→ Dataset entries

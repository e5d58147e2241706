import { FORMS } from '#server/physics/potentials/register.ts';
import type { AnyParameter, Term } from '#server/physics/potentials/types.ts';
import { toInternal } from '#shared/units/quantity.ts';
import type { Quantity } from '#shared/units/quantity.ts';
import type { Dimension } from '#shared/units/vocabulary.ts';
import { measure, shown } from './measure.ts';

const POINTS = 181;

function valueOf({ default: given, dimension }: AnyParameter): number | undefined {
  if (typeof given === 'number') return given;
  return typeof given === 'object' && 'unit' in given && 'value' in given
    ? toInternal(given as Quantity, dimension as Dimension)
    : undefined;
}

/** A term with the defaults of its register, for an electron on charge 6; undefined where defaults are no numbers. */
function defaultTerm(form: (typeof FORMS)[number]): Term | undefined {
  const entries = form.parameters.map((parameter) => [parameter.key, valueOf(parameter)] as const);
  if (entries.some(([, value]) => value === undefined)) return undefined;
  const values = Object.fromEntries(entries) as Record<string, number>;
  return form.build(values, { twoMuOverHbar2: 0.2625, projectileCharge: -1, targetCharge: 6 });
}

/** Every form with numeric parameters: its transform at 181 values of q up to 40/range, closed and by quadrature. */
export function benchForms(): void {
  console.log('\nTransforms at 181 q up to 40/range: closed form, quadrature, largest difference');
  for (const form of FORMS) {
    const term = defaultTerm(form);
    const { closed, quadrature } = term ?? { closed: null, quadrature: null };
    if (!term || !closed) {
      console.log(`  ${form.key.padEnd(18)} no closed transform from numeric defaults`);
      continue;
    }
    const scale = term.range ?? 1;
    const q = Array.from({ length: POINTS }, (_, i) => (40 * (i + 1)) / POINTS / scale);
    const fast = measure(() => q.forEach((one) => closed(one)), 50);
    const compared = quadrature && q.some((one) => quadrature(one).evaluations > 0);
    const slow = compared ? measure(() => q.forEach((one) => quadrature(one)), 2) : undefined;
    const forward = Math.max(...q.map((one) => Math.abs(closed(one).value)));
    const apart = compared
      ? Math.max(...q.map((one) => Math.abs(closed(one).value - quadrature(one).value))) / forward
      : undefined;
    const rest =
      slow && apart !== undefined
        ? `${shown(slow.best).padStart(10)}  ${apart.toExponential(1)} of the largest, closed faster by ${(slow.best / fast.best).toFixed(0)}`
        : '         -  nothing to integrate';
    console.log(`  ${form.key.padEnd(18)} ${shown(fast.best).padStart(10)} ${rest}`);
  }
}
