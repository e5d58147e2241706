import { describe, expect, it } from 'vitest';
import { nuclide } from '#server/physics/tables/nuclides.ts';
import { SPECIES, species, speciesOfNuclide } from '#server/physics/tables/species.ts';
import { expectRelative } from '#tests/support/expect-relative.ts';

describe('species', () => {
  it('has every particle that the contract names', () => {
    expect(SPECIES.map(({ key }) => key)).toEqual([
      'electron',
      'positron',
      'muon-',
      'muon+',
      'proton',
      'neutron',
      'deuteron',
      'triton',
      'helion',
      'alpha',
    ]);
  });

  it('gives antiparticles one mass and opposite charges', () => {
    expect(species('positron')).toMatchObject({ mass: species('electron').mass, charge: 1 });
    expect(species('muon+')).toMatchObject({ mass: species('muon-').mass, charge: 1 });
    expect(species('muon-').charge).toBe(-1);
  });

  it.each(SPECIES.filter((entry) => entry.nuclide !== null))(
    '$key is the nucleus of $nuclide',
    (entry) => {
      const atom = nuclide(entry.nuclide ?? '');
      expect(entry).toMatchObject({
        charge: atom.atomicNumber,
        massNumber: atom.massNumber,
        spin: atom.spin,
      });
      expect(entry.identity).toBe(atom.name);
      expect(speciesOfNuclide(atom.name)).toBe(entry);
      // Independent of CODATA: the mass of AME2012 less Z electrons, up to the binding of at most 79 eV.
      const bare = atom.atomicMass * 931494103.72 - atom.atomicNumber * 510998.95069;
      expectRelative(entry.mass, bare, 3e-8);
    },
  );

  it('knows no nuclide for a neutron or an electron, which are themselves', () => {
    expect(species('neutron')).toMatchObject({
      nuclide: null,
      identity: 'neutron',
      charge: 0,
      spin: 0.5,
    });
    expect(species('electron')).toMatchObject({ nuclide: null, identity: 'electron' });
    expect(speciesOfNuclide('C-12')).toBeNull();
  });

  it('refuses an unknown name with the names there are', () => {
    expect(() => species('pion')).toThrow(
      /`pion` is not a known particle. Known: electron, .*alpha/,
    );
    expect(() => species('toString')).toThrow(/not a known particle/);
  });
});
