import { spawnSync } from 'node:child_process';
import { firstBorn } from '#server/physics/methods/born1.ts';
import type { PartialWaves } from '#server/physics/methods/amplitude.ts';
import { partialWaves } from '#server/physics/methods/partial-waves/partial-waves.ts';
import { formByKey } from '#server/physics/potentials/register.ts';
import { measure, shown } from './measure.ts';

const SINES = Float64Array.from({ length: 181 }, (_, i) => Math.sin((i * Math.PI) / 360));
const RADIUS = 1;
const DIFFUSENESS = 0.1;
const TWO_MU = 0.25;
const WITHIN = 1e-9;
const SIZES = [20, 50, 100, 200, 500];

interface Other {
  setting: string;
  best: number;
  median: number;
  /** Largest error of a phase, rad. */
  off: number;
}

/** A well half as deep as the energy, in which every wave up to kR is distorted; strengths in eV. */
function wellAt(k: number) {
  const form = formByKey('woodsSaxon');
  if (!form) throw new Error('woodsSaxon is not registered.');
  const depth = -(k * k) / 2 / TWO_MU;
  const context = { twoMuOverHbar2: TWO_MU, projectileCharge: 0, targetCharge: 0 };
  return form.build({ V0: depth, R: RADIUS, a: DIFFUSENESS }, context);
}

/** Everything from the term to the amplitudes at 181 angles. */
function distribution(k: number): { found: PartialWaves; square: number[] } {
  const terms = [wellAt(k)];
  const born = firstBorn(terms, TWO_MU);
  const found = partialWaves({ terms, born, k, twoMuOverHbar2: TWO_MU, projectileSpin: null });
  if ('unavailable' in found) throw new Error(found.unavailable);
  const square = Array.from(SINES, (sine) => {
    const f = found.shortRange(2 * k * sine);
    return f.re * f.re + f.im * f.im;
  });
  return { found, square };
}

function others(k: number, repeats: number): Record<'numerov' | 'ratios' | 'ivp', Other> {
  const { waves, lMax } = distribution(k).found;
  const T = waves
    .filter(({ l }) => l <= lMax)
    .map(({ delta }) => [Math.sin(2 * delta) / 2, Math.sin(delta) ** 2]);
  const input = { k, R: RADIUS, a: DIFFUSENESS, U0: -(k * k) / 2, T, repeats };
  const run = spawnSync('/usr/bin/python3', ['scripts/bench/partial_waves.py'], {
    input: JSON.stringify(input),
    encoding: 'utf8',
  });
  if (run.status !== 0) {
    throw new Error(`scipy is needed (apt-get install python3-scipy): ${run.stderr}`);
  }
  return JSON.parse(run.stdout) as Record<'numerov' | 'ratios' | 'ivp', Other>;
}

/** Slope of ln t over ln x by least squares. */
function exponentOf(x: readonly number[], t: readonly number[]): number {
  const mean = (list: number[]) => list.reduce((a, b) => a + b, 0) / list.length;
  const [u, v] = [x.map(Math.log), t.map(Math.log)];
  const [mu, mv] = [mean(u), mean(v)];
  const over = u.reduce((sum, value, i) => sum + (value - mu) * ((v[i] ?? NaN) - mv), 0);
  return over / u.reduce((sum, value) => sum + (value - mu) ** 2, 0);
}

function benchRatios(): void {
  const k = 20 / RADIUS;
  const ours = measure(() => distribution(k), 200);
  const { found } = distribution(k);
  const error = Math.max(...found.waves.map((wave) => wave.error));
  console.log('\nPartial waves, woodsSaxon, kR 20, 181 angles, phases to 1e-9');
  console.log(
    `  engine                     ${shown(ours.best)} best, ${shown(ours.median)} median; ` +
      `${found.lMax + 1} waves, phases to ${error.toExponential(1)} by their own bound`,
  );
  const { numerov, ratios, ivp } = others(k, 100);
  for (const [name, other, wanted] of [
    ['Numerov in numpy, all l', numerov, 20],
    ['the same by ratios', ratios, 20],
    ['scipy solve_ivp, DOP853', ivp, 100],
  ] as const) {
    const faster = `${(other.best / ours.best).toFixed(1)} (best), ${(other.median / ours.median).toFixed(1)} (median)`;
    console.log(
      `  ${name.padEnd(26)} ${shown(other.best)} best, ${shown(other.median)} median; engine faster by ${faster}, wanted ${wanted}; ` +
        `${other.setting}, phases apart by ${other.off.toExponential(1)}${other.off <= WITHIN ? '' : ', MORE THAN 1e-9'}`,
    );
  }
}

function benchGrowth(): void {
  const times = SIZES.map((kR) => measure(() => distribution(kR), kR > 150 ? 3 : 12).best);
  const listed = SIZES.map((kR, i) => `${kR}: ${shown(times[i] ?? NaN)}`).join(', ');
  console.log(
    `  cost by kR                 ${listed}; fitted exponent ${exponentOf(SIZES, times).toFixed(2)}, wanted at most 2.2`,
  );
}

/** Full angular distributions by partial waves, against numpy and scipy in the same run, and how the cost grows. */
export function benchPartialWaves(): void {
  benchRatios();
  benchGrowth();
}
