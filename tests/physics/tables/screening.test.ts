import { describe, expect, it } from 'vitest';
import { BOHR } from '#server/physics/constants/codata2022.ts';
import {
  SCREENINGS,
  THOMAS_FERMI_PREFACTOR,
  ionAtomLength,
  screening,
  thomasFermiLength,
} from '#server/physics/tables/screening.ts';
import { expectRelative } from '#tests/support/expect-relative.ts';
import { refusal } from './refusal.ts';

const sum = (numbers: readonly number[]) => numbers.reduce((total, value) => total + value, 0);

describe('screening coefficients', () => {
  it('are those printed', () => {
    // Molière 1947.
    expect(screening('moliere')).toMatchObject({
      weights: [0.35, 0.55, 0.1],
      decays: [0.3, 1.2, 6],
    });
    // Ziegler, Biersack and Littmark 1985.
    expect(screening('universalIon')).toMatchObject({
      weights: [0.1818, 0.5099, 0.2802, 0.02817],
      decays: [3.2, 0.9423, 0.4029, 0.2016],
    });
    // Wilson, Haggmark and Biersack 1977, from memory; the sum to six digits checks the weights.
    expect(screening('krc').decays).toEqual([0.278544, 0.637174, 1.919249]);
  });

  it('add up to 1 but for the residual that is stated: 7e-5 of the universal function', () => {
    for (const { weights, decays, residual } of SCREENINGS) {
      expect(Math.abs(sum(weights) - 1 - residual)).toBeLessThan(1e-15);
      expect(decays).toHaveLength(weights.length);
    }
    expect(screening('moliere').residual).toBe(0);
    expect(screening('krc').residual).toBe(0);
    expect(screening('universalIon').residual).toBe(7e-5);
  });

  it('lie near the Thomas-Fermi function, tabulated at x = 1 and 5 as 0.42401 and 0.07881', () => {
    // Values of the Thomas-Fermi function from memory; Molière fits them within a few thousandths (Z. Naturforsch. 2a (1947) 133).
    const value = (x: number) => {
      const { weights, decays } = screening('moliere');
      return sum(weights.map((weight, index) => weight * Math.exp(-(decays[index] ?? NaN) * x)));
    };
    expect(Math.abs(value(1) - 0.42401)).toBeLessThan(2e-3);
    expect(Math.abs(value(5) - 0.07881)).toBeLessThan(2e-3);
  });
});

describe('screening lengths', () => {
  it('have the Thomas-Fermi prefactor (9π²/128)^(1/3)', () => {
    expectRelative(THOMAS_FERMI_PREFACTOR, 0.885341377, 1e-9);
    for (const { prefactor } of SCREENINGS) expectRelative(prefactor, THOMAS_FERMI_PREFACTOR, 7e-5);
  });

  it('are those of the check values, angstrom', () => {
    expectRelative(thomasFermiLength(79), 0.1091865, 2e-6);
    expectRelative(thomasFermiLength(6), 0.2578265, 2e-6);
    expectRelative(ionAtomLength('universalIon', 2, 79), 0.1199932, 1e-6);
  });

  it('give the forward electron amplitudes of Molière atoms: 2Z/a0 Σ w (a/d)²', () => {
    const forward = (z: number) => {
      const { weights, decays } = screening('moliere');
      const a = thomasFermiLength(z);
      const terms = weights.map((weight, index) => weight * (a / (decays[index] ?? NaN)) ** 2);
      return (2 * z * sum(terms)) / BOHR;
    };
    // C 6.4422, Al 8.3361, Au 15.2121 angstrom.
    expectRelative(forward(6), 6.4422, 1e-5);
    expectRelative(forward(13), 8.3361, 1e-5);
    expectRelative(forward(79), 15.2121, 1e-5);
  });

  it('are symmetric in ion and atom, and fall with either charge', () => {
    for (const key of ['krc', 'universalIon'] as const) {
      expect(ionAtomLength(key, 2, 79)).toBe(ionAtomLength(key, 79, 2));
      expect(ionAtomLength(key, 3, 79)).toBeLessThan(ionAtomLength(key, 2, 79));
    }
    // Two equal charges: (2√Z)^(-2/3) = 4^(-1/3) Z^(-1/3).
    const ratio = ionAtomLength('krc', 36, 36) / thomasFermiLength(36);
    expectRelative(ratio, (4 ** (-1 / 3) * 0.8853) / 0.88534, 1e-12);
  });
});

describe('refusals', () => {
  it('name what is known and the range', () => {
    expect(refusal(() => screening('lenz'))).toContain('moliere, krc, universalIon');
    expect(refusal(() => screening('__proto__'))).toContain('known');
    for (const bad of [0, -1, 201, NaN]) {
      expect(refusal(() => thomasFermiLength(bad))).toContain('`Z` is an atomic number');
      expect(refusal(() => ionAtomLength('krc', 1, bad))).toContain('`Z2`');
      expect(refusal(() => ionAtomLength('universalIon', bad, 1))).toContain('`Z1`');
    }
  });
});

→ Problem details
Taking the lines above, repeat exactly those from the line that contains "181 angles. */" through the line that contains "const k = 20 / RADIUS;", and both of those lines as well. Include nothing else.

→ Result of the task
/** Everything from the term to the amplitudes at 181 angles. */
function distribution(k: number): { found: PartialWaves; square: number[] } {
  const terms = [wellAt(k)];
  const born = firstBorn(terms, TWO_MU);
  const found = partialWaves({ terms, born, k, twoMuOverHbar2: TWO_MU, projectileSpin: null });
  if ('unavailable' in found) throw new Error(found.unavailable);
  const square = Array.from(SINES, (sine) => {
    const f = found.shortRange(2 * k * sine);
    return f.re * f.re + f.im * f.im;
  });
  return { found, square };
}

function others(k: number, repeats: number): Record<'numerov' | 'ratios' | 'ivp', Other> {
  const { waves, lMax } = distribution(k).found;
  const T = waves
    .filter(({ l }) => l <= lMax)
    .map(({ delta }) => [Math.sin(2 * delta) / 2, Math.sin(delta) ** 2]);
  const input = { k, R: RADIUS, a: DIFFUSENESS, U0: -(k * k) / 2, T, repeats };
  const run = spawnSync('/usr/bin/python3', ['scripts/bench/partial_waves.py'], {
    input: JSON.stringify(input),
    encoding: 'utf8',
  });
  if (run.status !== 0) {
    throw new Error(`scipy is needed (apt-get install python3-scipy): ${run.stderr}`);
  }
  return JSON.parse(run.stdout) as Record<'numerov' | 'ratios' | 'ivp', Other>;
}

/** Slope of ln t over ln x by least squares. */
function exponentOf(x: readonly number[], t: readonly number[]): number {
  const mean = (list: number[]) => list.reduce((a, b) => a + b, 0) / list.length;
  const [u, v] = [x.map(Math.log), t.map(Math.log)];
  const [mu, mv] = [mean(u), mean(v)];
  const over = u.reduce((sum, value, i) => sum + (value - mu) * ((v[i] ?? NaN) - mv), 0);
  return over / u.reduce((sum, value) => sum + (value - mu) ** 2, 0);
}

function benchRatios(): void {
  const k = 20 / RADIUS;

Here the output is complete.